Dachstein-Symposium feiert Premiere
© Diakonissen
OA Dr. Jakob Fuchs, Dr. Lars Willems, OÄ Dr. Verena Arzberger, OÄ Dr. Alexandra Reimann und Prim. Dr. Marko Bergovec
Im November setzte die Abteilung für Orthopädie und Traumatologie der Klinik Diakonissen Schladming ein markantes Zeichen: Mit dem ersten Dachstein-Symposium im Congress Schladming wurde eine neue Plattform für fachlichen Austausch und regionale Vernetzung geschaffen. Unter dem Leitthema „Kontroversen in der Orthopädie und Traumatologie – Obere Extremität“ brachte die zweitägige Veranstaltung Expert:innen, Fachpersonal und interessierte Teilnehmer:innen aus der Region und dem gesamten D-A-CH-Raum zusammen.
Im Mittelpunkt des Symposiums standen aktuelle Fragestellungen zu Diagnostik und Therapie von Erkrankungen und Verletzungen an Schulter, Arm und Hand. Durch die Kombination aus Fachvorträgen, praxisnahen Fallbeispielen und moderierten Diskussionen entstand ein ebenso lehrreiches wie interaktives Format. Ein webbasiertes Abstimmungstool band das Publikum aktiv ein und förderte einen offenen, dynamischen Dialog.

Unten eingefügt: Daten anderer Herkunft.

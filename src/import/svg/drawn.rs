//! What `usvg` draws: every path of its render tree with its fill, stroke and visibility, and
//! its outline placed on sectio's page (millimetres, y up).
//!
//! usvg resolves the parts of SVG that decide *what* is drawn — the full CSS cascade,
//! `display`, `visibility`, `<switch>`, `<use>` of elements, symbols and nested `<svg>`
//! viewports, transforms — but keeps coordinates in f32 and turns arcs into cubics. The
//! reader therefore takes from usvg the verdict on each element and its paint (which paths
//! are drawn, filled or stroked, under which fill rule), and the exact geometry from the
//! source in f64 (`shapes`). The two are paired by where they lie on the page
//! ([`Drawn::bbox`]). A path usvg draws that the reader did not place keeps usvg's outline
//! ([`Drawn::subpaths`], lines and Béziers in f32), so that nothing drawn is lost.

use std::str::FromStr;

use roxmltree::{Document, Node};
use svgtypes::{Align, AspectRatio, Transform, ViewBox};
use usvg::tiny_skia_path::PathSegment;

use super::shapes::{Edge, Subpath};
use crate::geom::curve::Affine;
use crate::geom::{BBox, Point};

/// The sheet injected into usvg. Markers (arrowheads on dimension lines and the like) are
/// annotation, not outlines: usvg is asked not to draw them. The stroke's dashes and mitre
/// limit, filters, masks and clipping do not change which elements are drawn or where, so
/// they are switched off: less work for usvg, and fewer of its debug checks reachable by odd
/// values (a mitre limit of 1e299 overflows its f32). An injected sheet loses to the file's
/// own `!important` declarations only.
const INJECTED: &str = "* { marker-start: none !important; marker-mid: none !important; \
     marker-end: none !important; stroke-dasharray: none !important; \
     stroke-dashoffset: 0 !important; stroke-miterlimit: 4 !important; \
     filter: none !important; mask: none !important; clip-path: none !important }";

/// The largest coordinate or radius (user units of the element) a file may have for usvg to
/// be asked: usvg turns an arc into cubics at a fixed tolerance of 0.1 user units, about
/// (r / 0.1)^(1/6) of them per radian (kurbo's estimate), and its path-data parser buffers
/// them with a quadratic cost; at 1e12 that is at most a few hundred per arc. Beyond it (no
/// real drawing is that large) the walk's own reading of the styles decides.
pub(super) const MAX_LOCAL_EXTENT: f64 = 1e12;

/// One path of usvg's render tree.
#[derive(Debug, Clone)]
pub(super) struct Drawn {
    /// The outline's box on the page, mm, y up (tight: Bézier extrema included).
    pub bbox: BBox,
    /// `Some(evenodd)` when filled.
    pub fill: Option<bool>,
    pub stroked: bool,
    /// usvg's visibility: false for `visibility: hidden` and for paths with no paint.
    pub visible: bool,
    /// The element's `id` (empty for copies made by `<use>`).
    pub id: String,
    /// The outline in the path's own coordinates (f32 values), and the map to the page.
    pub subpaths: Vec<Subpath>,
    pub map: Affine,
}

/// The paths usvg draws for the parsed document `doc`, placed on the page by `page` (the map
/// from the root's user units to mm, y up). `Err` holds usvg's reason when it cannot read
/// the file.
pub(super) fn drawn_paths(doc: &Document, page: &Affine) -> Result<Vec<Drawn>, String> {
    let opts = usvg::Options {
        style_sheet: Some(INJECTED.to_string()),
        ..usvg::Options::default()
    };
    // usvg is a third-party parser: a panic inside it must not end the run.
    let tree = std::panic::catch_unwind(std::panic::AssertUnwindSafe(|| {
        usvg::Tree::from_xmltree(doc, &opts)
    }))
    .map_err(|_| "usvg failed on this file".to_string())?
    .map_err(|e| e.to_string())?;
    let size = tree.size();
    let canvas_to_user = root_transform(doc.root_element(), size.width(), size.height())
        .inverse()
        .ok_or("the page's viewBox or transform cannot be inverted")?;
    let to_page = canvas_to_user.then(page);
    let mut out = Vec::new();
    walk(tree.root(), &to_page, &mut out);
    Ok(out)
}

fn walk(g: &usvg::Group, to_page: &Affine, out: &mut Vec<Drawn>) {
    for node in g.children() {
        match node {
            usvg::Node::Group(g) => walk(g, to_page, out),
            usvg::Node::Path(p) => out.push(drawn(p, to_page)),
            _ => {}
        }
    }
}

fn drawn(p: &usvg::Path, to_page: &Affine) -> Drawn {
    let t = p.abs_transform();
    let map = Affine {
        m: [t.sx as f64, t.kx as f64, t.ky as f64, t.sy as f64],
        t: Point::new(t.tx as f64, t.ty as f64),
    }
    .then(to_page);
    let pt = |q: usvg::tiny_skia_path::Point| Point::new(q.x as f64, q.y as f64);
    let mut subpaths = Vec::new();
    let mut cur = Subpath::default();
    let (mut start, mut pos) = (Point::default(), Point::default());
    for seg in p.data().segments() {
        let (edge, end) = match seg {
            PathSegment::MoveTo(q) => {
                if !cur.edges.is_empty() {
                    subpaths.push(std::mem::take(&mut cur));
                }
                (start, pos) = (pt(q), pt(q));
                continue;
            }
            PathSegment::LineTo(q) => (Edge::Line(pos, pt(q)), pt(q)),
            PathSegment::QuadTo(c, q) => (Edge::Bezier(vec![pos, pt(c), pt(q)]), pt(q)),
            PathSegment::CubicTo(c1, c2, q) => {
                (Edge::Bezier(vec![pos, pt(c1), pt(c2), pt(q)]), pt(q))
            }
            PathSegment::Close => {
                if pos != start {
                    cur.edges.push(Edge::Line(pos, start));
                }
                cur.closed = !cur.edges.is_empty();
                if cur.closed {
                    subpaths.push(std::mem::take(&mut cur));
                }
                pos = start;
                continue;
            }
        };
        if end != pos || !matches!(edge, Edge::Line(..)) {
            cur.edges.push(edge);
        }
        pos = end;
    }
    if !cur.edges.is_empty() {
        subpaths.push(cur);
    }
    // The box on the page: line ends, and Béziers' extrema after the map (an affine image of
    // a Bézier is the Bézier of the mapped control points).
    let mut bbox = BBox::EMPTY;
    for e in subpaths.iter().flat_map(|s| &s.edges) {
        match e {
            Edge::Line(a, b) => {
                bbox.add_point(map.apply(*a));
                bbox.add_point(map.apply(*b));
            }
            Edge::Bezier(ctrl) => {
                let mapped: Vec<Point> = ctrl.iter().map(|c| map.apply(*c)).collect();
                bbox = bbox.union(&bezier_bbox(&mapped));
            }
            Edge::Arc(_) | Edge::Ellipse { .. } => {}
        }
    }
    Drawn {
        bbox,
        fill: p
            .fill()
            .map(|f| matches!(f.rule(), usvg::FillRule::EvenOdd)),
        stroked: p.stroke().is_some(),
        visible: p.is_visible(),
        id: p.id().to_string(),
        subpaths,
        map,
    }
}

/// The map from the root's user units to usvg's canvas: the root's `viewBox` fitted into the
/// canvas of `w` × `h` as `preserveAspectRatio` says (SVG 1.1 §7.8), then the root's own
/// `transform` (SVG 2 allows one), as usvg composes them.
fn root_transform(root: Node, w: f32, h: f32) -> Affine {
    let (w, h) = (w as f64, h as f64);
    let view_box = root
        .attribute("viewBox")
        .and_then(|v| ViewBox::from_str(v).ok())
        .filter(|vb| vb.w > 0.0 && vb.h > 0.0);
    let fit = match view_box {
        None => Affine::IDENTITY,
        Some(vb) => {
            let aspect = root
                .attribute("preserveAspectRatio")
                .and_then(|v| AspectRatio::from_str(v).ok())
                .unwrap_or_default();
            viewbox_fit(vb, aspect, w, h)
        }
    };
    let own = root_own_transform(root, w, h, 1.0);
    fit.then(&own)
}

/// The root's own `transform` (SVG 2 allows one) as a map of its viewport, `w` × `h` in a
/// unit of `unit_per_px` per CSS px: about its `transform-origin`, whose initial value for
/// the root is the viewport's centre (CSS Transforms 1, §6; usvg does the same), with the
/// transform's lengths (CSS px) in that unit.
pub(super) fn root_own_transform(root: Node, w: f64, h: f64, unit_per_px: f64) -> Affine {
    let Some(t) = root
        .attribute("transform")
        .and_then(|t| Transform::from_str(t).ok())
    else {
        return Affine::IDENTITY;
    };
    let own = Affine {
        m: [t.a, t.c, t.b, t.d],
        t: Point::new(t.e * unit_per_px, t.f * unit_per_px),
    };
    let offset = |len: svgtypes::Length, size: f64| match len.unit {
        svgtypes::LengthUnit::Percent => len.number / 100.0 * size,
        _ => super::user_length(len).map_or(0.0, |px| px * unit_per_px),
    };
    let origin = match root
        .attribute("transform-origin")
        .and_then(|v| svgtypes::TransformOrigin::from_str(v).ok())
    {
        Some(o) => Point::new(offset(o.x_offset, w), offset(o.y_offset, h)),
        None => Point::new(0.5 * w, 0.5 * h),
    };
    Affine::translation(Point::new(-origin.x, -origin.y))
        .then(&own)
        .then(&Affine::translation(origin))
}

/// The map that fits the viewBox `vb` into a viewport of `w` × `h` at (0, 0) as the aspect
/// ratio says: scales (equal unless `none`; `meet` the smaller, `slice` the larger), the free
/// space shared out by the alignment (SVG 1.1 §7.8, `preserveAspectRatio`).
pub(super) fn viewbox_fit(vb: ViewBox, aspect: AspectRatio, w: f64, h: f64) -> Affine {
    let (mut sx, mut sy) = (w / vb.w, h / vb.h);
    if aspect.align != Align::None {
        let s = if aspect.slice { sx.max(sy) } else { sx.min(sy) };
        (sx, sy) = (s, s);
    }
    let (fx, fy) = (w - vb.w * sx, h - vb.h * sy);
    let (ax, ay) = match aspect.align {
        Align::None | Align::XMinYMin => (0.0, 0.0),
        Align::XMidYMin => (0.5, 0.0),
        Align::XMaxYMin => (1.0, 0.0),
        Align::XMinYMid => (0.0, 0.5),
        Align::XMidYMid => (0.5, 0.5),
        Align::XMaxYMid => (1.0, 0.5),
        Align::XMinYMax => (0.0, 1.0),
        Align::XMidYMax => (0.5, 1.0),
        Align::XMaxYMax => (1.0, 1.0),
    };
    Affine {
        m: [sx, 0.0, 0.0, sy],
        t: Point::new(-vb.x * sx + ax * fx, -vb.y * sy + ay * fy),
    }
}

/// The tight box of a quadratic or cubic Bézier curve given by its control points: its ends
/// and the points where a coordinate's derivative vanishes (the roots of a linear or
/// quadratic polynomial in t ∈ (0, 1)).
pub(super) fn bezier_bbox(ctrl: &[Point]) -> BBox {
    let mut b = BBox::EMPTY;
    let (first, last) = (ctrl[0], ctrl[ctrl.len() - 1]);
    b.add_point(first);
    b.add_point(last);
    let at = |t: f64| -> Point {
        // de Casteljau.
        let mut p: Vec<Point> = ctrl.to_vec();
        for k in (1..p.len()).rev() {
            for i in 0..k {
                p[i] = p[i] * (1.0 - t) + p[i + 1] * t;
            }
        }
        p[0]
    };
    let coord = |p: Point, axis: usize| if axis == 0 { p.x } else { p.y };
    for axis in 0..2 {
        let c: Vec<f64> = ctrl.iter().map(|p| coord(*p, axis)).collect();
        // Derivative coefficients of the coordinate: a·t² + b·t + c0.
        let (a, bq, c0) = if c.len() == 3 {
            (0.0, 2.0 * (c[2] - 2.0 * c[1] + c[0]), 2.0 * (c[1] - c[0]))
        } else {
            (
                3.0 * (-c[0] + 3.0 * c[1] - 3.0 * c[2] + c[3]),
                6.0 * (c[0] - 2.0 * c[1] + c[2]),
                3.0 * (c[1] - c[0]),
            )
        };
        let mut roots = [f64::NAN; 2];
        let scale = a.abs().max(bq.abs()).max(c0.abs());
        if scale == 0.0 {
            continue;
        }
        if a.abs() <= 1e-12 * scale {
            if bq != 0.0 {
                roots[0] = -c0 / bq;
            }
        } else {
            let disc = bq * bq - 4.0 * a * c0;
            if disc >= 0.0 {
                let q = -0.5 * (bq + bq.signum() * disc.sqrt());
                roots[0] = q / a;
                if q != 0.0 {
                    roots[1] = c0 / q;
                }
            }
        }
        for t in roots {
            if t > 0.0 && t < 1.0 {
                b.add_point(at(t));
            }
        }
    }
    b
}

#[cfg(test)]
mod tests {
    use super::*;

    #[test]
    fn bezier_box_holds_the_curve_and_touches_it() {
        // A cubic bulging above its chord: its top is at t = 1/2, y = 0.75 (by de Casteljau).
        let c = [
            Point::new(0.0, 0.0),
            Point::new(0.0, 1.0),
            Point::new(1.0, 1.0),
            Point::new(1.0, 0.0),
        ];
        let b = bezier_bbox(&c);
        assert!((b.max.y - 0.75).abs() < 1e-15, "{b:?}");
        assert_eq!((b.min.x, b.max.x, b.min.y), (0.0, 1.0, 0.0));
        // A quadratic with its extreme at t = 1/2: y = 0.5.
        let q = [
            Point::new(0.0, 0.0),
            Point::new(1.0, 1.0),
            Point::new(2.0, 0.0),
        ];
        assert!((bezier_bbox(&q).max.y - 0.5).abs() < 1e-15);
    }
}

Renommierte Spezialist:innen aus Universitätskliniken und führenden Zentren in Graz, Salzburg, Villach und Deutschland bereicherten das Programm mit wissenschaftlicher Expertise und neuesten Erkenntnissen aus der Praxis. Ihre Teilnahme unterstreicht die starke Vernetzung und das hohe medizinische Niveau der Schladminger Abteilung.
Das erste Dachstein-Symposium markiert einen wichtigen Schritt in der strategischen Weiterentwicklung der orthopädisch-traumatologischen Abteilung. Nach der jüngst erteilten Bewilligung zur Vollausbildung setzt die Klinik Diakonissen Schladming damit einen weiteren Impuls für Fachkompetenz, regionale Präsenz und interdisziplinäre Zusammenarbeit.
„Unser Ziel ist es, die orthopädisch-traumatologische Expertise im Norden der Steiermark sichtbar zu machen und aktiv in den wissenschaftlichen Diskurs einzubringen. Das Dachstein-Symposium soll sich in den kommenden Jahren als etablierte Plattform für Austausch und Kooperation entwickeln“, betont Prim. Dr. Bergovec.
Die moderne Klinik beschäftigt rund 350 Mitarbeitende und ist ein zentraler Versorgungspartner für die Bevölkerung sowie die zahlreichen Gäste des oberen Ennstales. Jährlich werden knapp 40.000 ambulante und 6.000 stationäre Patient:innen betreut. Das medizinische Angebot umfasst die Abteilungen für Orthopädie und Traumatologie sowie Innere Medizin, eine Wochenklinik für Allgemeinchirurgie und ein breites Spektrum an Spezialambulanzen. Mit kontinuierlicher Weiterentwicklung und moderner Medizintechnik stellt die Klinik eine hochwertige, wohnortnahe Versorgung für die Region und ihre mehr als eine Million Gäste sicher.